→ **TASK ITEM**:
In full and without change, return each entry.
:::
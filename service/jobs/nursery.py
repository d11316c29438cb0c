"""Starts children: forked from a server process that has the heavy libraries loaded already."""

import multiprocessing
import os
import signal
import sys
import threading
import types
from collections.abc import Iterator
from contextlib import contextmanager, suppress
from multiprocessing import forkserver
from multiprocessing.connection import Connection
from multiprocessing.context import ForkServerProcess
from pathlib import Path

import psutil

from service.jobs import canonical, child, registry
from service.jobs.job import Task

# One thread per child: cores are shared out by the number of children. Read when libraries load.
_PINNED = {
    "OMP_NUM_THREADS": "1",
    "OPENBLAS_NUM_THREADS": "1",
    "MKL_NUM_THREADS": "1",
    "NUMEXPR_NUM_THREADS": "1",
    "VECLIB_MAXIMUM_THREADS": "1",
}
# Same request, same bits: no order may hang on a random seed.
_FIXED = {"PYTHONHASHSEED": "0"}

# Not imported here: importing it is what loads the heavy libraries.
_PRELOAD = "service.jobs.preload"

_start = threading.Lock()


class Child:
    """One child process, waiting for its task or computing it."""

    def __init__(self, process: ForkServerProcess, pipe: Connection) -> None:
        self._process = process
        self.pipe = pipe
        self.sentinel = process.sentinel
        assert process.pid is not None
        self.pid = process.pid

    def assign(self, task: Task, log: Path) -> None:
        """Hand over the task; raises OSError when the child is dead."""
        message = {"process": task.process, "inputs": task.inputs, "log": str(log)}
        self.pipe.send_bytes(canonical.text(message).encode("ascii"))

    def resident(self) -> int:
        """Bytes of memory resident now; 0 when the child is gone."""
        try:
            return int(psutil.Process(self.pid).memory_info().rss)
        except psutil.Error:
            return 0

    def exitcode(self) -> int | None:
        """Exit code, negative for a signal, None while alive."""
        # Two threads must not both read it off the pipe: one would get nothing.
        with _start:
            return self._process.exitcode

    def kill(self) -> None:
        """End the child and everything it started, at once; what it started can outlive it."""
        with suppress(ProcessLookupError):
            os.killpg(self.pid, signal.SIGKILL)
        if self.exitcode() is None:
            # It may not lead its group yet.
            with suppress(ProcessLookupError):
                os.kill(self.pid, signal.SIGKILL)

    def close(self) -> None:
        """See the child out, by force after 0.2 s, and give its handles back."""
        self.pipe.close()
        self._process.join(0.2)
        self.kill()
        self._process.join(1.0)
        with _start, suppress(ValueError):
            self._process.close()


class Nursery:
    """Starts children that know the processes listed at ``processes`` (``module:name``).

    memory : resident bytes a child may use.
    """

    def __init__(self, processes: str, memory: int) -> None:
        self._processes = processes
        self._memory = memory
        self._context = multiprocessing.get_context("forkserver")

    def child(self) -> Child:
        """A new child; it says it is ready on its pipe."""
        ours, theirs = self._context.Pipe()
        process = self._context.Process(
            target=child.main, args=(theirs, self._processes, self._memory), daemon=True
        )
        with _start, _without_main():
            self._server()
            process.start()
        theirs.close()
        return Child(process, ours)

    def _server(self) -> None:
        """See that the fork server runs, with its environment, whether it never did or died."""
        self._context.set_forkserver_preload([_PRELOAD])
        path = os.pathsep.join(entry or os.getcwd() for entry in sys.path)
        with _environment(_PINNED | _FIXED | {registry.VARIABLE: self._processes, "PYTHONPATH": path}):
            forkserver.ensure_running()


@contextmanager
def _without_main() -> Iterator[None]:
    # multiprocessing imports the parent's main module again in every child, unless there is none.
    main = sys.modules["__main__"]
    sys.modules["__main__"] = types.ModuleType("__main__")
    try:
        yield
    finally:
        sys.modules["__main__"] = main


@contextmanager
def _environment(values: dict[str, str]) -> Iterator[None]:
    before = {name: os.environ.get(name) for name in values}
    os.environ.update(values)
    try:
        yield
    finally:
        for name, value in before.items():
            if value is None:
                del os.environ[name]
            else:
                os.environ[name] = value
:::
→ **OUTPUT FOR THIS TASK**:
filename service/jobs/nursery.py
repository d11316c29438cb0c
"""Starts children: forked from a server process that has the heavy libraries loaded already."""

import multiprocessing
import os
import signal
import sys
import threading
import types
from collections.abc import Iterator
from contextlib import contextmanager, suppress
from multiprocessing import forkserver
from multiprocessing.connection import Connection
from multiprocessing.context import ForkServerProcess
from pathlib import Path

import psutil

from service.jobs import canonical, child, registry
from service.jobs.job import Task

# One thread per child: cores are shared out by the number of children. Read when libraries load.
_PINNED = {
    "OMP_NUM_THREADS": "1",
    "OPENBLAS_NUM_THREADS": "1",
    "MKL_NUM_THREADS": "1",
    "NUMEXPR_NUM_THREADS": "1",
    "VECLIB_MAXIMUM_THREADS": "1",
}
# Same request, same bits: no order may hang on a random seed.
_FIXED = {"PYTHONHASHSEED": "0"}

# Not imported here: importing it is what loads the heavy libraries.
_PRELOAD = "service.jobs.preload"

_start = threading.Lock()


class Child:
    """One child process, waiting for its task or computing it."""

    def __init__(self, process: ForkServerProcess, pipe: Connection) -> None:
        self._process = process
        self.pipe = pipe
        self.sentinel = process.sentinel
        assert process.pid is not None
        self.pid = process.pid

    def assign(self, task: Task, log: Path) -> None:
        """Hand over the task; raises OSError when the child is dead."""
        message = {"process": task.process, "inputs": task.inputs, "log": str(log)}
        self.pipe.send_bytes(canonical.text(message).encode("ascii"))

    def resident(self) -> int:
        """Bytes of memory resident now; 0 when the child is gone."""
        try:
            return int(psutil.Process(self.pid).memory_info().rss)
        except psutil.Error:
            return 0

    def exitcode(self) -> int | None:
        """Exit code, negative for a signal, None while alive."""
        # Two threads must not both read it off the pipe: one would get nothing.
        with _start:
            return self._process.exitcode

    def kill(self) -> None:
        """End the child and everything it started, at once; what it started can outlive it."""
        with suppress(ProcessLookupError):
            os.killpg(self.pid, signal.SIGKILL)
        if self.exitcode() is None:
            # It may not lead its group yet.
            with suppress(ProcessLookupError):
                os.kill(self.pid, signal.SIGKILL)

    def close(self) -> None:
        """See the child out, by force after 0.2 s, and give its handles back."""
        self.pipe.close()
        self._process.join(0.2)
        self.kill()
        self._process.join(1.0)
        with _start, suppress(ValueError):
            self._process.close()


class Nursery:
    """Starts children that know the processes listed at ``processes`` (``module:name``).

    memory : resident bytes a child may use.
    """

    def __init__(self, processes: str, memory: int) -> None:
        self._processes = processes
        self._memory = memory
        self._context = multiprocessing.get_context("forkserver")

    def child(self) -> Child:
        """A new child; it says it is ready on its pipe."""
        ours, theirs = self._context.Pipe()
        process = self._context.Process(
            target=child.main, args=(theirs, self._processes, self._memory), daemon=True
        )
        with _start, _without_main():
            self._server()
            process.start()
        theirs.close()
        return Child(process, ours)

    def _server(self) -> None:
        """See that the fork server runs, with its environment, whether it never did or died."""
        self._context.set_forkserver_preload([_PRELOAD])
        path = os.pathsep.join(entry or os.getcwd() for entry in sys.path)
        with _environment(_PINNED | _FIXED | {registry.VARIABLE: self._processes, "PYTHONPATH": path}):
            forkserver.ensure_running()


@contextmanager
def _without_main() -> Iterator[None]:
    # multiprocessing imports the parent's main module again in every child, unless there is none.
    main = sys.modules["__main__"]
    sys.modules["__main__"] = types.ModuleType("__main__")
    try:
        yield
    finally:
        sys.modules["__main__"] = main


@contextmanager
def _environment(values: dict[str, str]) -> Iterator[None]:
    before = {name: os.environ.get(name) for name in values}
    os.environ.update(values)
    try:
        yield
    finally:
        for name, value in before.items():
            if value is None:
                del os.environ[name]
            else:
                os.environ[name] = value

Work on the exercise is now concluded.